* AIM OF THE EXERCISE: From the line with "filename tests/input/test_read_drawing.cpp" through the line with "std::string detail_with(const std::string&", inclusive, return each line of the data below exactly and leave the rest out.

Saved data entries
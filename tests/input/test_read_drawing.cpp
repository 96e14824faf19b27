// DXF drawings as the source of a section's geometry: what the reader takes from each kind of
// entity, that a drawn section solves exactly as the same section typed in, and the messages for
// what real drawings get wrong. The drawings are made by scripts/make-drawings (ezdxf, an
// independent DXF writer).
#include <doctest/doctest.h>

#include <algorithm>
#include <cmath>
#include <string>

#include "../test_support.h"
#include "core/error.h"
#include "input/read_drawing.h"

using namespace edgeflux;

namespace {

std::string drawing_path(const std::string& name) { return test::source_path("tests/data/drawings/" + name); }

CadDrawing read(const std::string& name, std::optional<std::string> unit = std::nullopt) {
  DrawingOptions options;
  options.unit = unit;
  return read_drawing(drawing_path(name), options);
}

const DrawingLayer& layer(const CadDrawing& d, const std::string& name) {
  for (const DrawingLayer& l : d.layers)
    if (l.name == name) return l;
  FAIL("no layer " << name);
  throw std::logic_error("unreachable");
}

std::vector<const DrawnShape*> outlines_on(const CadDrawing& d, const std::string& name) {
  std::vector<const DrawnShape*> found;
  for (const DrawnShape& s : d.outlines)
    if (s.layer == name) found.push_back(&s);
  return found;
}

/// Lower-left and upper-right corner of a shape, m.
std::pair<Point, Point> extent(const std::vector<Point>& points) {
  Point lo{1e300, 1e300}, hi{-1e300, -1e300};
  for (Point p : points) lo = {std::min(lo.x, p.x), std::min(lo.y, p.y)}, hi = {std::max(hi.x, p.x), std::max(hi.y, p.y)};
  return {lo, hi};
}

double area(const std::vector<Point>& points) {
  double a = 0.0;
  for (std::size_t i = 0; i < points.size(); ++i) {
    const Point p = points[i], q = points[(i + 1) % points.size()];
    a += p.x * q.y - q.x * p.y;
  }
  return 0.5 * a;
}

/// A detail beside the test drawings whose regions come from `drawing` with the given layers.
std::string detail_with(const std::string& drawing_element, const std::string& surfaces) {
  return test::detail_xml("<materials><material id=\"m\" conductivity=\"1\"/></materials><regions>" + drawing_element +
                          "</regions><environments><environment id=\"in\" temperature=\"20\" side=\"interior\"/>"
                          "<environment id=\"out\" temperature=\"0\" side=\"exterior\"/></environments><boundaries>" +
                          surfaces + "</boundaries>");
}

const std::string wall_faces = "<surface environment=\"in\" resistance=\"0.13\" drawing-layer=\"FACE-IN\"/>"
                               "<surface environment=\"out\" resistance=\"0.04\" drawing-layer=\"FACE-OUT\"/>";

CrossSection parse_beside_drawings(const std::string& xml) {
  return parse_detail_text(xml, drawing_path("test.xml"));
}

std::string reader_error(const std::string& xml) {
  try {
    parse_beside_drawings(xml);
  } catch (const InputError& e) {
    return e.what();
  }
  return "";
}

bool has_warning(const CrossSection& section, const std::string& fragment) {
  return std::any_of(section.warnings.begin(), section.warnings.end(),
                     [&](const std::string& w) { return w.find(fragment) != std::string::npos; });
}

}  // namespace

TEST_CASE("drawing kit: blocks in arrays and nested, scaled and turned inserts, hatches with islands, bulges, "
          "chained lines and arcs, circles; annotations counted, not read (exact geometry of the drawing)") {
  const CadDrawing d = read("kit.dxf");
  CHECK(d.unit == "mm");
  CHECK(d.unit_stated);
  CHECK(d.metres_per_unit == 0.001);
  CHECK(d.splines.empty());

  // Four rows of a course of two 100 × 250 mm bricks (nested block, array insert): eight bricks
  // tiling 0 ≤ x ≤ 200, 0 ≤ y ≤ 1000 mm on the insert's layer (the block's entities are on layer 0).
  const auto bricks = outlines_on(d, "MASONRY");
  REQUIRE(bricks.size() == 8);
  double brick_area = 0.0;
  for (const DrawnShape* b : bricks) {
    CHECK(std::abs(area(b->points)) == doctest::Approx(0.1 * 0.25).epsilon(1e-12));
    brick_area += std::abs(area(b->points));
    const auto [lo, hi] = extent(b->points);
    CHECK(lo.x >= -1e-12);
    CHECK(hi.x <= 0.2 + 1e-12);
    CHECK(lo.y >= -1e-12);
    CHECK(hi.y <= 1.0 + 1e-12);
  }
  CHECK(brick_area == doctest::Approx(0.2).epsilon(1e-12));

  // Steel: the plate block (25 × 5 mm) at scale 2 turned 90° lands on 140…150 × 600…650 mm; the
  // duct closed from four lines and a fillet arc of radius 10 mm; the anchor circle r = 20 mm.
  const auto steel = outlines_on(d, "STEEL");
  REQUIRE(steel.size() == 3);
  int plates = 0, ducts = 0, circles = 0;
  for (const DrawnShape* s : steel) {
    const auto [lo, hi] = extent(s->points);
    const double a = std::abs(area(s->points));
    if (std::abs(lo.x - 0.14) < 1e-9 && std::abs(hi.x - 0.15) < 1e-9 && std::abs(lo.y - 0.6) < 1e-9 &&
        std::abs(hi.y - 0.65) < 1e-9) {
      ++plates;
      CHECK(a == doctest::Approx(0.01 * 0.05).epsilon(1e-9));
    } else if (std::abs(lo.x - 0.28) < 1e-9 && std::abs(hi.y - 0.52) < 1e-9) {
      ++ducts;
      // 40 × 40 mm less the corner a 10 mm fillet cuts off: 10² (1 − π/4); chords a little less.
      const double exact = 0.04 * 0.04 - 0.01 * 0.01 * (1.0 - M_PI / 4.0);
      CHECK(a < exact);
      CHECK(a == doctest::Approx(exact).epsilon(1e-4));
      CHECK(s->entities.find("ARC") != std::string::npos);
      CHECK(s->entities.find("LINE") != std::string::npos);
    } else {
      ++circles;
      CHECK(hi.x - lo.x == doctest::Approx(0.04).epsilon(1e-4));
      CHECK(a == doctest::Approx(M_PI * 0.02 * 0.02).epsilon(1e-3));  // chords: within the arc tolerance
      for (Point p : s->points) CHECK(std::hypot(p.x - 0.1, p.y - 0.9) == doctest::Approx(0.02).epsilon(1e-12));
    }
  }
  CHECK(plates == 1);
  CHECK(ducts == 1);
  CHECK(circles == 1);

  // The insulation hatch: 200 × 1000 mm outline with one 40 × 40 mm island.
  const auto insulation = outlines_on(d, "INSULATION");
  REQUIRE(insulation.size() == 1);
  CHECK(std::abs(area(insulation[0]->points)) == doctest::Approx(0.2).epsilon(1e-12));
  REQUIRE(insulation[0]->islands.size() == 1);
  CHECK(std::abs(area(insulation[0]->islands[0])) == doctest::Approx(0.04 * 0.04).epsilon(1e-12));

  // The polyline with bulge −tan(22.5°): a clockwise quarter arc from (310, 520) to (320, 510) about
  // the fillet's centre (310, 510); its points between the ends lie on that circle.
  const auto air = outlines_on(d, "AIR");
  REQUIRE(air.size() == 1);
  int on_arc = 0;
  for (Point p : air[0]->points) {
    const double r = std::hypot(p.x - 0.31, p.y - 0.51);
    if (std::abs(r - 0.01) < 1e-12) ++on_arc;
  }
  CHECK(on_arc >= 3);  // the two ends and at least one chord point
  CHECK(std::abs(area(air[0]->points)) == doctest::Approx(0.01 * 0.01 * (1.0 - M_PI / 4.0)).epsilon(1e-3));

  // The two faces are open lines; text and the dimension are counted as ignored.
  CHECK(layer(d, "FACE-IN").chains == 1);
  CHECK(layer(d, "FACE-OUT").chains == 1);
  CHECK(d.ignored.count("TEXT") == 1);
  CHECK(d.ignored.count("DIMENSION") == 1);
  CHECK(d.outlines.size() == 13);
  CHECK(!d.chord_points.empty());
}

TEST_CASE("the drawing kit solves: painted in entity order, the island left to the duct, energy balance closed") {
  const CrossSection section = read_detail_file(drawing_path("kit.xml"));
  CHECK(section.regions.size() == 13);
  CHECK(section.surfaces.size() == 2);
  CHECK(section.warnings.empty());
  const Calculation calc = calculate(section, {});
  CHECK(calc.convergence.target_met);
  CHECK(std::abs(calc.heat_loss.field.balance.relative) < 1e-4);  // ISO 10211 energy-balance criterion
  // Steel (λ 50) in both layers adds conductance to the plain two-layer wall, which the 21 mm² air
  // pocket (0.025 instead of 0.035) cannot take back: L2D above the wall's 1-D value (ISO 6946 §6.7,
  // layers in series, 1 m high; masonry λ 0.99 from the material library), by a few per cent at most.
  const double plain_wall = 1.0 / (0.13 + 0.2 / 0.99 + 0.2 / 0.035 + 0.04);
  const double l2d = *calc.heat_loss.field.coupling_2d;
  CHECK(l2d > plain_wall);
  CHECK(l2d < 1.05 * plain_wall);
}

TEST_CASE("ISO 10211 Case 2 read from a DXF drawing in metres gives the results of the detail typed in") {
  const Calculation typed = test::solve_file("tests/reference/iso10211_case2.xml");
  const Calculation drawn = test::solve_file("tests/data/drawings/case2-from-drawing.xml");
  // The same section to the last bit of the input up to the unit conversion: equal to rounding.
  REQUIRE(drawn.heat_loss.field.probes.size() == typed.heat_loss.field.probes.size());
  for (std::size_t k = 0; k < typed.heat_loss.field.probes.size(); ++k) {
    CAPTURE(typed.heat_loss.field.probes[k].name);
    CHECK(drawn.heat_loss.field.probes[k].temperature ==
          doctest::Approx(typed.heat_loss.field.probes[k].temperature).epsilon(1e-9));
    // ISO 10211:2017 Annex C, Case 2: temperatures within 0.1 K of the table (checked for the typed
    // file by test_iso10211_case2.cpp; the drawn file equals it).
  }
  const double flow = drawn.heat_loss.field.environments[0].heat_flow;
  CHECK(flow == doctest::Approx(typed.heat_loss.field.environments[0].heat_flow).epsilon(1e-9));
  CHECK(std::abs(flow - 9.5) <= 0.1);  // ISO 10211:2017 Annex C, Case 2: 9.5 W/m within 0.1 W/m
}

==

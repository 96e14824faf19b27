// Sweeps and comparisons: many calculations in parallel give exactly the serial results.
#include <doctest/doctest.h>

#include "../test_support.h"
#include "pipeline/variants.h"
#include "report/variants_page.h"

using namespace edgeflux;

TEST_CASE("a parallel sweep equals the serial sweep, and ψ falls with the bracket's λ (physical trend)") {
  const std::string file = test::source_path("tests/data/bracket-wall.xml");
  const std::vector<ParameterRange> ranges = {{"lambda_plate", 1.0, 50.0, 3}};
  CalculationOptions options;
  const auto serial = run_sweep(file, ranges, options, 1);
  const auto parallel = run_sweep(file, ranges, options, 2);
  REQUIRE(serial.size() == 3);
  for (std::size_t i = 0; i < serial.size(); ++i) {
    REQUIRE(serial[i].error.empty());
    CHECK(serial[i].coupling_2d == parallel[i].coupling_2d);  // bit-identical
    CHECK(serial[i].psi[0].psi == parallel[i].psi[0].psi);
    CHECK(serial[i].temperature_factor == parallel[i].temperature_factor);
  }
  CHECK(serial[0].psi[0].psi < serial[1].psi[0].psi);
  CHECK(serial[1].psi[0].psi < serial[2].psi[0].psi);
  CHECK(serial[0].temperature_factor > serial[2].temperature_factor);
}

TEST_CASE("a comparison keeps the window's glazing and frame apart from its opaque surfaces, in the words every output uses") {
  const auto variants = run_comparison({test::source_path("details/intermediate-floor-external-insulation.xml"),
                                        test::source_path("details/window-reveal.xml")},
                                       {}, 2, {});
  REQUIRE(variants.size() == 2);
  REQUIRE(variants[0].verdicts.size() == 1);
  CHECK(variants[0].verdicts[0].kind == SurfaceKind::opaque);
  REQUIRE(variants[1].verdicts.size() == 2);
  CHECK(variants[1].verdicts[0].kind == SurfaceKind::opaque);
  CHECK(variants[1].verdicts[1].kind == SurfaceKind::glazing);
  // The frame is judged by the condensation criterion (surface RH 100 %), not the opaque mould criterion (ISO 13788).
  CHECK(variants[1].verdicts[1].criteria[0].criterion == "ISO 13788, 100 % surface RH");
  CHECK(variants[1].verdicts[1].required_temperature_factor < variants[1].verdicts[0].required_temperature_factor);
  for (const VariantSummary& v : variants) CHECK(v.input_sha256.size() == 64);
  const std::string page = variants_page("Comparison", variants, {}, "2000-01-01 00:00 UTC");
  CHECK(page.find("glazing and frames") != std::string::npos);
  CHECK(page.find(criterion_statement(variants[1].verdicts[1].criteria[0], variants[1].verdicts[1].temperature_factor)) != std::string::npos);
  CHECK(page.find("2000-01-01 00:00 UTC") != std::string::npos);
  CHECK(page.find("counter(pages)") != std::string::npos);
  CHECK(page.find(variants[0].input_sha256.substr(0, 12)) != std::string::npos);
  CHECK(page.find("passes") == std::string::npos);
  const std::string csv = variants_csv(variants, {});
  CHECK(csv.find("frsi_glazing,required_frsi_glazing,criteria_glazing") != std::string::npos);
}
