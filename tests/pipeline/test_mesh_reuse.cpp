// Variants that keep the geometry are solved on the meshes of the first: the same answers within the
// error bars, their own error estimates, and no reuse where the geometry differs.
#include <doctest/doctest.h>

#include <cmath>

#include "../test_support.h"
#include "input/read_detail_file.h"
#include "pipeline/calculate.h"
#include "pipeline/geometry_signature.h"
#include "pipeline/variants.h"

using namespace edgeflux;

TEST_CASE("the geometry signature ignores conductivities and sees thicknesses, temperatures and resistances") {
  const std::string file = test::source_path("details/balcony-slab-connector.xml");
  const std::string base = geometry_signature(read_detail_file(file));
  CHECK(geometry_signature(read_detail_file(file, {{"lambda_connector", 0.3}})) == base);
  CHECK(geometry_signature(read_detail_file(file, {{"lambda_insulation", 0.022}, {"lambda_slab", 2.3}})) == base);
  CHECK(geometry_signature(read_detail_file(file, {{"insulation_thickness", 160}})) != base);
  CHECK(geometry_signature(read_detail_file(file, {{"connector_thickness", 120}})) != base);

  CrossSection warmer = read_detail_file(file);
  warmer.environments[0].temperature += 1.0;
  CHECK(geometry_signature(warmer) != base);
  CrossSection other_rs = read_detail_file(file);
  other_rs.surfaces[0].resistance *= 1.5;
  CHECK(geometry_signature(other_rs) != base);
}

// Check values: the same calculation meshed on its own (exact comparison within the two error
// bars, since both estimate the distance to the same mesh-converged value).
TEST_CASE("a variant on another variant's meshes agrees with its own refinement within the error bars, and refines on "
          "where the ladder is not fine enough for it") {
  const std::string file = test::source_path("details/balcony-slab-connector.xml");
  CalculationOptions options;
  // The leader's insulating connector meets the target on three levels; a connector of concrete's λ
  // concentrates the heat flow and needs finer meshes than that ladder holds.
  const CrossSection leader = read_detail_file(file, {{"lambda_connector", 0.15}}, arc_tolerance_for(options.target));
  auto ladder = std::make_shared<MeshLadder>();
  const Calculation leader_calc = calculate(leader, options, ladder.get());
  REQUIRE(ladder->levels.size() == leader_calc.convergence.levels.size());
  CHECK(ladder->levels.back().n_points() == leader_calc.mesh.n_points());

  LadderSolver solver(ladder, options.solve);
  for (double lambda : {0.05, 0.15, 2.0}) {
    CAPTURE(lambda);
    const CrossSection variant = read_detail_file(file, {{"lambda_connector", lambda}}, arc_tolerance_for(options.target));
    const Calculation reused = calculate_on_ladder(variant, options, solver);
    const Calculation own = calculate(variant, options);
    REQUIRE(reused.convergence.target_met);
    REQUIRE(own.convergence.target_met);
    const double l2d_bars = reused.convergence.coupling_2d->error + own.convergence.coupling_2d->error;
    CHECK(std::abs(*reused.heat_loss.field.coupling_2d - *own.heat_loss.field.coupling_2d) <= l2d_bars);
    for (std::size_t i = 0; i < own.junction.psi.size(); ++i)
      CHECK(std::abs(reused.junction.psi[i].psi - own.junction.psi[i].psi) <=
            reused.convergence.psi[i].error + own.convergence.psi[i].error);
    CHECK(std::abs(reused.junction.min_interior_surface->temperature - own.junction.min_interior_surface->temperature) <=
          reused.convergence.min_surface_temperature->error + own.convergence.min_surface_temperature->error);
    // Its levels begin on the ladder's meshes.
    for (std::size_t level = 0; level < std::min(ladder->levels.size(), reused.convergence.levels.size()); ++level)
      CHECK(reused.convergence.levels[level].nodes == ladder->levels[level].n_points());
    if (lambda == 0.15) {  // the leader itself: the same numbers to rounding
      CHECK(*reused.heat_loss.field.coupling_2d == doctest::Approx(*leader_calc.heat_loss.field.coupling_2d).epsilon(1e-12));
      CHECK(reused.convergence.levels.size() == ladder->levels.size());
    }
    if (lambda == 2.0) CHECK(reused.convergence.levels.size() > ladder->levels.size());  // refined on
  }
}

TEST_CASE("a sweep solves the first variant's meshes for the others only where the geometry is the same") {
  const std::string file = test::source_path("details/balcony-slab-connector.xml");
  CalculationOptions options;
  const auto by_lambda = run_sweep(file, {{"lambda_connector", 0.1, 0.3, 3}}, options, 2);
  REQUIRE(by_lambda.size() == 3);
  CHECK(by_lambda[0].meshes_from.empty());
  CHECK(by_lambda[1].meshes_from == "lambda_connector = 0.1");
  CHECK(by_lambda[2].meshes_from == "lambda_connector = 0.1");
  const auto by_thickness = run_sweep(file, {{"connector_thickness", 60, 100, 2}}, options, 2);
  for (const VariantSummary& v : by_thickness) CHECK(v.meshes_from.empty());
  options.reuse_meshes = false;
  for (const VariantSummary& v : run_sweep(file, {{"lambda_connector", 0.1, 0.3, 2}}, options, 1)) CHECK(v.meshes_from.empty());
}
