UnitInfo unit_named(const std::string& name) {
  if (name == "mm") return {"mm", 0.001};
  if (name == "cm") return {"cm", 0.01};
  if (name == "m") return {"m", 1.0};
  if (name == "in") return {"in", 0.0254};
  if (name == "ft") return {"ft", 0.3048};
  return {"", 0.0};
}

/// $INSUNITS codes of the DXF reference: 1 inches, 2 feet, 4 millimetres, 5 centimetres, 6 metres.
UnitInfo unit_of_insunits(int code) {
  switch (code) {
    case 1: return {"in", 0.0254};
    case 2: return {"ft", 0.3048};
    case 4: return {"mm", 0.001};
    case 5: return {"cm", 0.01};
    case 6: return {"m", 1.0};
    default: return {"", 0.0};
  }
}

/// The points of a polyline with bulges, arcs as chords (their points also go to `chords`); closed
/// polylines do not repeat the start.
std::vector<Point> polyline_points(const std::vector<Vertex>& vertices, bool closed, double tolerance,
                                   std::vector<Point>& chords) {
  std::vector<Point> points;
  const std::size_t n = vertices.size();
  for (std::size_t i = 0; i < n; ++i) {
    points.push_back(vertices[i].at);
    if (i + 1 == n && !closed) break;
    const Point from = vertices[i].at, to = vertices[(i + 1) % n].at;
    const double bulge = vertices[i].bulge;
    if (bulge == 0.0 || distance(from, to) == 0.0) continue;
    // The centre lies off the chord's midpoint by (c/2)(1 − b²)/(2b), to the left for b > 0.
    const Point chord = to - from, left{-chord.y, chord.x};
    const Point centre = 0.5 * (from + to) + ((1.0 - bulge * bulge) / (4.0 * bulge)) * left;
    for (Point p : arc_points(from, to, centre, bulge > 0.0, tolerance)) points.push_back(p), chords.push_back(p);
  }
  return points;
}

* ANSWER AREA:
filename tests/input/test_read_drawing.cpp
repository 96e14824faf19b27
// DXF drawings as the source of a section's geometry: what the reader takes from each kind of
// entity, that a drawn section solves exactly as the same section typed in, and the messages for
// what real drawings get wrong. The drawings are made by scripts/make-drawings (ezdxf, an
// independent DXF writer).
#include <doctest/doctest.h>

#include <algorithm>
#include <cmath>
#include <string>

#include "../test_support.h"
#include "core/error.h"
#include "input/read_drawing.h"

using namespace edgeflux;

namespace {

std::string drawing_path(const std::string& name) { return test::source_path("tests/data/drawings/" + name); }

CadDrawing read(const std::string& name, std::optional<std::string> unit = std::nullopt) {
  DrawingOptions options;
  options.unit = unit;
  return read_drawing(drawing_path(name), options);
}

const DrawingLayer& layer(const CadDrawing& d, const std::string& name) {
  for (const DrawingLayer& l : d.layers)
    if (l.name == name) return l;
  FAIL("no layer " << name);
  throw std::logic_error("unreachable");
}

std::vector<const DrawnShape*> outlines_on(const CadDrawing& d, const std::string& name) {
  std::vector<const DrawnShape*> found;
  for (const DrawnShape& s : d.outlines)
    if (s.layer == name) found.push_back(&s);
  return found;
}

/// Lower-left and upper-right corner of a shape, m.
std::pair<Point, Point> extent(const std::vector<Point>& points) {
  Point lo{1e300, 1e300}, hi{-1e300, -1e300};
  for (Point p : points) lo = {std::min(lo.x, p.x), std::min(lo.y, p.y)}, hi = {std::max(hi.x, p.x), std::max(hi.y, p.y)};
  return {lo, hi};
}

double area(const std::vector<Point>& points) {
  double a = 0.0;
  for (std::size_t i = 0; i < points.size(); ++i) {
    const Point p = points[i], q = points[(i + 1) % points.size()];
    a += p.x * q.y - q.x * p.y;
  }
  return 0.5 * a;
}

/// A detail beside the test drawings whose regions come from `drawing` with the given layers.
std::string detail_with(const std::string& drawing_element, const std::string& surfaces) {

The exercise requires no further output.